A cor da pele, a textura do cabelo e outros traços físicos, principalmente do nariz e boca, são as principais características percebidas nas pessoas negras. Muito mais que beleza e estilo, para as mulheres quilombolas o cabelo crespo carrega uma história e está ligado à ancestralidade. Dentro de alguns quilombos, os cabelos são considerados símbolos políticos de resistência contra-hegemônica.
Para Lorena Bezerra, o cabelo tem uma importância ancestral. Amante das tranças, turbantes, blackpower, apliques, cabelo natural, com ou sem definição, Lorena Bezerra gosta de mudar o visual com frequência.
“Eu mudo de cabelo sempre e sempre me encontro. Sinto uma liberdade muito grande ao mudar. Ao mesmo tempo que sou desapegada, tenho muito cuidado e apego por conta da minha questão ancestral. Tem toda uma simbologia por trás. Tocar na fibra do meu cabelo é tocar na minha ancestralidade”, disse Lorena.
No quilombo Acre, em Cururupu (MA), a trancista quilombola, fisioterapeuta e comunicadora popular Wynnie Andreza Gomes, 27 anos, sempre esteve rodeada de mulheres. Ainda criança tinha os cabelos cuidados e trançados pelas tias. O costume a fez crescer amando a forma e a textura dos fios.
“A influência da minha família e o fato de ter vivido dentro do movimento negro contribuiu muito para o fortalecimento da minha autoestima. Sempre tive uma grande representatividade das mulheres do quilombo que, desde sempre, tinham essa cultura de usar tranças e o cabelo natural. Naquele tempo as tranças não eram populares como atualmente e, mesmo vivenciando o preconceito na escola por usar tranças e por ter o cabelo que não “voava”, eu nunca me abalei. Foi trabalhado desde sempre em mim que o meu cabelo, crespo ou feito tranças, era bonito”, afirmou.
Entre a infância e a adolescência, Wynnie também aprendeu a trançar e começou a fazer tranças no próprio cabelo e nas outras meninas do quilombo. Aos 17 anos a jovem tornou-se trancista profissional e passou a trabalhar resgatando a autoestima de outras mulheres negras. Para ela, não há sensação melhor do que a de ver as clientes felizes com a aparência.
“Ver as mulheres chegando inseguras e saindo confiantes, realizadas e felizes com o resultado não tem preço. É muito prazeroso elevar a autoestima de uma mulher negra e vê-la se sentir empoderada. Hoje já vemos a aceitação do cabelo crespo e as tranças são uma ótima opção para quem ainda está deixando de alisar os cabelos”, afirmou Wynnie.

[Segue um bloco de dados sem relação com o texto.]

"""`bracing diff` of foundation walls backfilled before the floor (method notes §12).

Foundation walls are matched by mark. For every one whose inputs or results changed it gives,
before and after: whether it fails (`FoundationWallResult.fails`), its utilization as checked,
the backfill it is allowed as a cantilever and with its inside braces, the inside braces'
utilization, its working-limit and stand-down gusts, and each day whose planned fill, allowed
height or verdict changed. It got worse when:

- its utilization rose and is now above 1.0;
- a day's planned fill is now above the height allowed that day and was not before;
- its working-limit gust fell below the stand-down gust it had before; or
- it fails now and did not before (a danger finding).
"""

from __future__ import annotations

import math
from dataclasses import dataclass, field

from bracing.diff import SAME_SPEED_MPH, SAME_UTILIZATION, Change, matched
from bracing.diff import _change_text as change_text
from bracing.diff import _mph as mph
from bracing.diff import _same_speed as same_speed
from bracing.diff import _u as utilization
from bracing.results import SiteResult

SAME_FORCE = 1e-3  # relative: a brace force within 0.1 % is the same

SAME_HEIGHT_FT = 0.005  # heights closer than this are the same (they are printed to 0.01 ft)


@dataclass(slots=True)
class FillDayChange:
    """A day of a foundation wall whose planned fill, allowed height or verdict changed (ft
    above the footing; None: the wall does not stand that day in that file)."""

    day: int
    old_planned_height_ft: float | None
    new_planned_height_ft: float | None
    old_allowed_height_ft: float | None
    new_allowed_height_ft: float | None
    old_over: bool | None          # planned above allowed: a danger
    new_over: bool | None


@dataclass(slots=True)
class FoundationWallChange:
    """A foundation wall in both files whose inputs or results changed. Heights in ft above
    the footing; gusts in mph (None: the wind does not govern it); the inside braces' values
    None where it has none."""

    mark: str
    changes: list[Change]
    old_fails: bool
    new_fails: bool
    old_utilization: float
    new_utilization: float
    old_max_height_ft: float        # the backfill it takes as a cantilever
    new_max_height_ft: float
    old_braced_max_height_ft: float | None  # ... with its inside braces
    new_braced_max_height_ft: float | None
    old_brace_utilization: float | None
    new_brace_utilization: float | None
    old_brace_force_lb: float | None  # each inside brace's force as checked
    new_brace_force_lb: float | None
    old_working_limit_mph: float | None
    new_working_limit_mph: float | None
    old_stand_down_mph: float | None
    new_stand_down_mph: float | None
    days: list[FillDayChange] = field(default_factory=list)
    worse: list[str] = field(default_factory=list)  # why the wall got worse, if it did

    def lines(self) -> list[str]:
        """The wall before and after, in words (`bracing diff`)."""
        lines = [f"  {self.mark}: {_verdict(self.old_fails)} -> {_verdict(self.new_fails)}"]
        lines += [f"    {c.kind}: {change_text(c)}" for c in self.changes]
        if not self.changes:
            lines.append("    its own inputs are unchanged: the backfill, its events or the "
                         "rules changed")
        lines.append(f"    utilization as checked {utilization(self.old_utilization)} -> "
                     f"{utilization(self.new_utilization)}")
        lines.append(f"    allowed backfill as a cantilever {_ft(self.old_max_height_ft)} -> "
                     f"{_ft(self.new_max_height_ft)}")
        if self.old_braced_max_height_ft is not None or self.new_braced_max_height_ft is not None:
            lines.append(f"    allowed backfill with its inside braces "
                         f"{_ft(self.old_braced_max_height_ft)} -> "
                         f"{_ft(self.new_braced_max_height_ft)}; inside-brace utilization "
                         f"{_maybe(self.old_brace_utilization)} -> "
                         f"{_maybe(self.new_brace_utilization)}; brace force "
                         f"{_lb(self.old_brace_force_lb)} -> {_lb(self.new_brace_force_lb)}")
        gusts = (self.old_working_limit_mph, self.new_working_limit_mph,
                 self.old_stand_down_mph, self.new_stand_down_mph)
        lines.append(f"    working-limit gust {_gust(gusts[0])} -> {_gust(gusts[1])}; "
                     f"stand-down gust {_gust(gusts[2])} -> {_gust(gusts[3])}"
                     + (" (none: the wind does not govern)" if None in gusts else ""))
        lines += [f"    {_days(run)}: {_day_text(run[0])}" for run in _runs(self.days)]
        lines += [f"    WORSE x: {why}" for why in self.worse]
        return lines


def compare_walls(old: SiteResult, new: SiteResult, changes: dict[str, list[Change]]
                  ) -> tuple[list[FoundationWallChange], list[str], list[str]]:
    """(the foundation walls in both files that changed, the marks added, the marks removed)."""
    pairs, added, removed = matched(old.foundation_walls, new.foundation_walls)
    records = [_change(a, b, changes.get(b.mark, [])) for a, b in pairs]
    return [r for r in records if r.changes or r.days or _moved(r)], added, removed


def _change(a, b, changes: list[Change]) -> FoundationWallChange:
    """The record of one foundation wall, a (old) and b (new) FoundationWallResult."""
    brace_a, brace_b = a.inside_brace, b.inside_brace
    record = FoundationWallChange(
        mark=b.mark, changes=changes, old_fails=a.fails, new_fails=b.fails,
        old_utilization=a.utilization, new_utilization=b.utilization,
        old_max_height_ft=a.max_height_ft, new_max_height_ft=b.max_height_ft,
        old_braced_max_height_ft=brace_a and brace_a.max_height_ft,
        new_braced_max_height_ft=brace_b and brace_b.max_height_ft,
        old_brace_utilization=brace_a and brace_a.utilization,
        new_brace_utilization=brace_b and brace_b.utilization,
        old_brace_force_lb=brace_a and brace_a.force_lb,
        new_brace_force_lb=brace_b and brace_b.force_lb,
        old_working_limit_mph=a.wind.working_limit_speed_mph,
        new_working_limit_mph=b.wind.working_limit_speed_mph,
        old_stand_down_mph=a.wind.stand_down_speed_mph,
        new_stand_down_mph=b.wind.stand_down_speed_mph,
        days=_day_changes(a.days, b.days))
    record.worse = _worse(record, b)
    return record


def _day_changes(old: list, new: list) -> list[FillDayChange]:
    """The days (bracing.foundation_results.BackfillDay) whose fill, limit or verdict moved."""
    a, b = {d.day: d for d in old}, {d.day: d for d in new}
    out = []
    for day in sorted(a.keys() | b.keys()):
        x, y = a.get(day), b.get(day)
        change = FillDayChange(
            day=day, old_planned_height_ft=x and x.planned_height_ft,
            new_planned_height_ft=y and y.planned_height_ft,
            old_allowed_height_ft=x and x.allowed_height_ft,
            new_allowed_height_ft=y and y.allowed_height_ft,
            old_over=x and x.over, new_over=y and y.over)
        if not (_same_height(change.old_planned_height_ft, change.new_planned_height_ft)
                and _same_height(change.old_allowed_height_ft, change.new_allowed_height_ft)
                and change.old_over == change.new_over):
            out.append(change)
    return out


def _moved(w: FoundationWallChange) -> bool:
    """Its results changed (inputs aside)."""
    return (w.old_fails != w.new_fails
            or abs(w.old_utilization - w.new_utilization) > SAME_UTILIZATION
            or not _same_height(w.old_max_height_ft, w.new_max_height_ft)
            or not _same_height(w.old_braced_max_height_ft, w.new_braced_max_height_ft)
            or not _same_optional(w.old_brace_utilization, w.new_brace_utilization)
            or not _same_force(w.old_brace_force_lb, w.new_brace_force_lb)
            or not _same_gust(w.old_working_limit_mph, w.new_working_limit_mph))


def _worse(w: FoundationWallChange, result) -> list[str]:
    """Why the wall got worse (module docstring), from its record and its new result."""
    why = []
    if w.new_utilization > 1.0 and w.new_utilization > w.old_utilization + SAME_UTILIZATION:
        why.append(f"utilization rose to {utilization(w.new_utilization)}, above 1.0")
    over = [d for d in w.days if d.new_over and not d.old_over]
    why += [f"{_days(run)}: the planned fill {_ft(run[0].new_planned_height_ft)} is above the "
            f"{_ft(run[0].new_allowed_height_ft)} allowed" for run in _runs(over)]
    if (w.new_working_limit_mph is not None and w.old_stand_down_mph is not None
            and w.new_working_limit_mph < w.old_stand_down_mph - SAME_SPEED_MPH):
        why.append(f"working-limit gust {mph(w.new_working_limit_mph)} is below the stand-down "
                   f"gust it had before, {mph(w.old_stand_down_mph)}")
    if w.new_fails and not w.old_fails and not why:
        danger = next((f.message for f in result.flags if f.severity == "danger"),
                      "a check over capacity")
        why.append(f"it fails now: {danger}")
    return why


def _same_height(a: float | None, b: float | None) -> bool:
    if a is None or b is None:
        return a is b
    if not (math.isfinite(a) and math.isfinite(b)):
        return a == b
    return abs(a - b) < SAME_HEIGHT_FT


def _same_optional(a: float | None, b: float | None) -> bool:
    if a is None or b is None:
        return a is b
    return abs(a - b) <= SAME_UTILIZATION


def _same_force(a: float | None, b: float | None) -> bool:
    if a is None or b is None:
        return a is b
    return math.isclose(a, b, rel_tol=SAME_FORCE)


def _same_gust(a: float | None, b: float | None) -> bool:
    if a is None or b is None:
        return a is b
    return same_speed(a, b)


def _verdict(fails: bool) -> str:
    return "FAILS x" if fails else "passes"


def _ft(value: float | None) -> str:
    if value is None:
        return "none"
    return "unbounded" if math.isinf(value) else f"{value:.2f} ft"


def _lb(value: float | None) -> str:
    return "none" if value is None else f"{value:,.0f} lb"


def _maybe(value: float | None) -> str:
    return "none" if value is None else utilization(value)


def _gust(value: float | None) -> str:
    return "none" if value is None else mph(value)


def _runs(days: list[FillDayChange]) -> list[list[FillDayChange]]:
    """Consecutive days with the same change, together (a change that holds for a week is
    one line)."""
    runs: list[list[FillDayChange]] = []
    for d in days:
        last = runs[-1][-1] if runs else None
        if last is not None and last.day == d.day - 1 and _day_text(last) == _day_text(d):
            runs[-1].append(d)
        else:
            runs.append([d])
    return runs


def _days(run: list[FillDayChange]) -> str:
    first, last = run[0].day, run[-1].day
    return f"day {first}" if first == last else f"days {first}-{last}"


def _day_text(d: FillDayChange) -> str:
    over = "; OVER the allowed height" if d.new_over else ""
    return (f"planned fill {_ft(d.old_planned_height_ft)} -> {_ft(d.new_planned_height_ft)}, "
            f"allowed {_ft(d.old_allowed_height_ft)} -> {_ft(d.new_allowed_height_ft)}{over}")
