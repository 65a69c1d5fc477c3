"""Anchor kinds: each kind is ONE entry here (design.md §2: a new kind is a registry entry).

An entry declares what the site file must give for it, how its capacities are worked out
(`capacity`, from the pure formulas of `anchors.py`), the ratio of its foot-anchor check
(`ratio`) and its source, whether its capacity is an allowable value (checked against the ASD
combinations under either basis, method notes §1) or a strength value, where it may stand on
the plan and the symbol the plan drawing gives it. The site model, the braced checks, the plan
findings and the drawing all read this table; none of them lists the kinds again.
"""

from __future__ import annotations

from collections.abc import Callable
from dataclasses import dataclass

import numpy as np

from bracing import anchors


@dataclass(frozen=True)
class AnchorKind:
    """What one anchor kind is and does."""

    words: str                # how reports and the plan's legend name it
    needs: tuple[str, ...]    # AnchorType fields the site file must give
    # capacity(fa, plan_edge_in, basis) -> {BraceSet field: value or array over its walls}
    capacity: Callable
    # ratio(uplift, pull, axial, tension, shear) -> the foot anchor's demand/capacity (arrays)
    ratio: Callable | None    # None: checked by its own checks (`own_checks`)
    source: str               # of its foot-anchor check
    allowable: bool           # an allowable capacity (ASD combinations under either basis)
    stands_on: frozenset      # where the plan lets it stand: 'slab', 'ground' (empty: not placed)
    symbol: str               # report.svg's shape for it
    # braced checks of its own beside (or instead of) "foot anchor"
    own_checks: tuple[str, ...] = ()
    # notes(fa, name) -> [(code, severity, message, source)]: findings on the type itself
    notes: Callable = lambda fa, name: []

    @property
    def checks(self) -> tuple[str, ...]:
        """The braced checks a foot anchor of this kind gets."""
        return (("foot anchor",) if self.ratio is not None else ()) + self.own_checks


def _rated(fa, plan_edge, basis):
    """Rated inserts, stakes and deck fastenings: the allowable ratings as given."""
    return {"foot_tension": fa.rated_tension, "foot_shear": fa.rated_shear}


def _rated_ratio(up, pull, p, tension, shear):
    """Linear interaction of the ratings, T/Ta + V/Va <= 1 (common practice)."""
    return up / tension + pull / shear


def _slab(fa, plan_edge, basis):
    """ACI 318-19 Ch. 17 at the edge distance the plan gives (0 off the slab: no capacity),
    else the least the type needs (ACI 318-19 §17.6.2.4, §17.7.2)."""
    edge = np.where(np.isfinite(plan_edge), plan_edge, fa.edge_distance or np.inf)
    cap = anchors.slab_anchor_capacity(
        fa.embedment, fa.concrete_strength, fa.steel_area, fa.steel_strength, fa.diameter,
        fa.slab_thickness, c1_in=np.maximum(edge, 1e-6), cast_in=fa.cast_in,
        cracked=fa.cracked, category=fa.category, Abrg_in2=fa.bearing_area,
        pullout_lb=fa.pullout if fa.pullout else (None if fa.bearing_area else np.inf),
        basis=basis)
    off_slab = edge <= 0.0
    return {"foot_tension": np.where(off_slab, 0.0, cap.tension),
            "foot_shear": np.where(off_slab, 0.0, cap.shear)}


def _slab_ratio(up, pull, p, tension, shear):
    """ACI 318-19 §17.8 tension-shear interaction."""
    return anchors.tension_shear_interaction(up, tension, pull, shear)


def _slab_notes(fa, name):
    """A post-installed anchor set deeper than its slab allows (ACI 318-19 §17.9.4)."""
    if fa.cast_in or bool(anchors.post_installed_embedment_ok(fa.embedment, fa.slab_thickness)):
        return []
    return [("anchor-too-deep", "warning", f"post-installed anchor {name}: h_ef "
             f"{fa.embedment:g} in is more than the {fa.slab_thickness:g} in slab allows",
             "ACI 318-19 §17.9.4 (unconfirmed value: confirm in ACI 318-19)")]


def _deadman_notes(fa, name):
    """A deadman without its size: its tipping about the toe is not checked."""
    if fa.length is not None:
        return []
    return [("deadman-tipping-unchecked", "warning", f"deadman {name}: its overturning about "
             "the toe is not checked; give its length and pin_height", "statics")]


def _helical(fa, plan_edge, basis):
    """ICC-ES AC358: K_t T / FS, installed along the brace line (allowable)."""
    return {"foot_tension": float(anchors.helical_capacity(
                fa.installation_torque, fa.torque_factor, fa.factor_of_safety)),
            "torque_factor": fa.torque_factor, "torque_safety": fa.factor_of_safety}


def _helical_ratio(up, pull, p, tension, shear):
    """Installed along the brace line: the whole brace force on its axis."""
    return p / tension


def _deadman(fa, plan_edge, basis):
    """Weight and friction (IBC Table 1806.2 values allowable; NAVFAC DM-7.02 ultimate and
    concrete on concrete nominal, over their factor of safety), and its size if given."""
    out = {"foot_tension": fa.weight,
           "foot_mu": anchors.allowable_friction(fa.friction_coefficient, fa.friction_basis)}
    if fa.length is not None:
        out.update(block_length=fa.length, pin_height=fa.pin_height,
                   pin_from_toe=fa.length / 2.0 if fa.pin_from_toe is None else fa.pin_from_toe)
    if fa.width is not None:
        out.update(block_width=fa.width, block_bearing=fa.allowable_bearing)
    return out


RATED_SOURCE = "T/Ta + V/Va <= 1 (common practice)"

KINDS: dict[str, AnchorKind] = {
    "insert": AnchorKind(
        words="insert", needs=("rated_tension", "rated_shear"), capacity=_rated,
        ratio=_rated_ratio, source=f"maker's ratings, {RATED_SOURCE}", allowable=True,
        stands_on=frozenset(), symbol="open"),
    "slab": AnchorKind(
        words="slab anchor",
        needs=("embedment", "diameter", "steel_area", "slab_thickness", "concrete_strength"),
        capacity=_slab, ratio=_slab_ratio,
        source="ACI 318-19 §17.6-17.8 (cracked), phi Nn x 0.6 for ASD", allowable=False,
        stands_on=frozenset({"slab"}), symbol="disc", notes=_slab_notes),
    "helical": AnchorKind(
        words="helical anchor", needs=("installation_torque",), capacity=_helical,
        ratio=_helical_ratio, source="ICC-ES AC358: K_t T / FS", allowable=True,
        stands_on=frozenset({"ground"}), symbol="crossed circle"),
    "deadman": AnchorKind(
        words="deadman", needs=("weight",), capacity=_deadman, ratio=None,
        source="weight and friction", allowable=True, stands_on=frozenset({"ground", "slab"}),
        symbol="square", own_checks=("deadman uplift", "deadman sliding"),
        notes=_deadman_notes),
    "stake": AnchorKind(
        words="stake", needs=("rated_tension", "rated_shear"), capacity=_rated,
        ratio=_rated_ratio, source=f"maker's ratings, {RATED_SOURCE}", allowable=True,
        stands_on=frozenset({"ground"}), symbol="triangle"),
    "deck": AnchorKind(
        words="deck anchor", needs=("rated_tension", "rated_shear"), capacity=_rated,
        ratio=_rated_ratio, source=f"ratings of the deck fastening, {RATED_SOURCE}",
        allowable=True, stands_on=frozenset(), symbol="diamond"),
}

Indo contra a imposição de alisamento, o cabelo black power carrega uma história ligada ao movimento negro. Utilizado por homens e mulheres, o cabelo volumoso e com formato arredondado virou símbolo de identidade e resistência na década de 1960, quando se popularizou. Na época, integrantes do Panteras Negras – grupo que surgiu com a pauta de combate à violência policial contra negros e defendia o lema ‘Black Power’ (Poder Preto, em tradução livre) – traziam a discussão estética sobre o padrão de beleza eurocêntrico.
O pente garfo é muito utilizado para manter o cabelo black power, porém o item não é encontrado com facilidade como outros acessórios usados para pentear cabelos com outras texturas.
Em paralelo às discussões antirracistas envolvendo cabelos, os debates sobre a transição capilar – procedimento que resgata a textura natural dos cabelos – e valorização de cabelos crespos e cacheados têm crescido nos últimos anos. Mas é importante destacar que o uso do cabelo natural não deve ser uma obrigação ou imposição entre as mulheres negras e quilombolas. As mulheres são livres e nesse ponto o que vale é o livre arbítrio.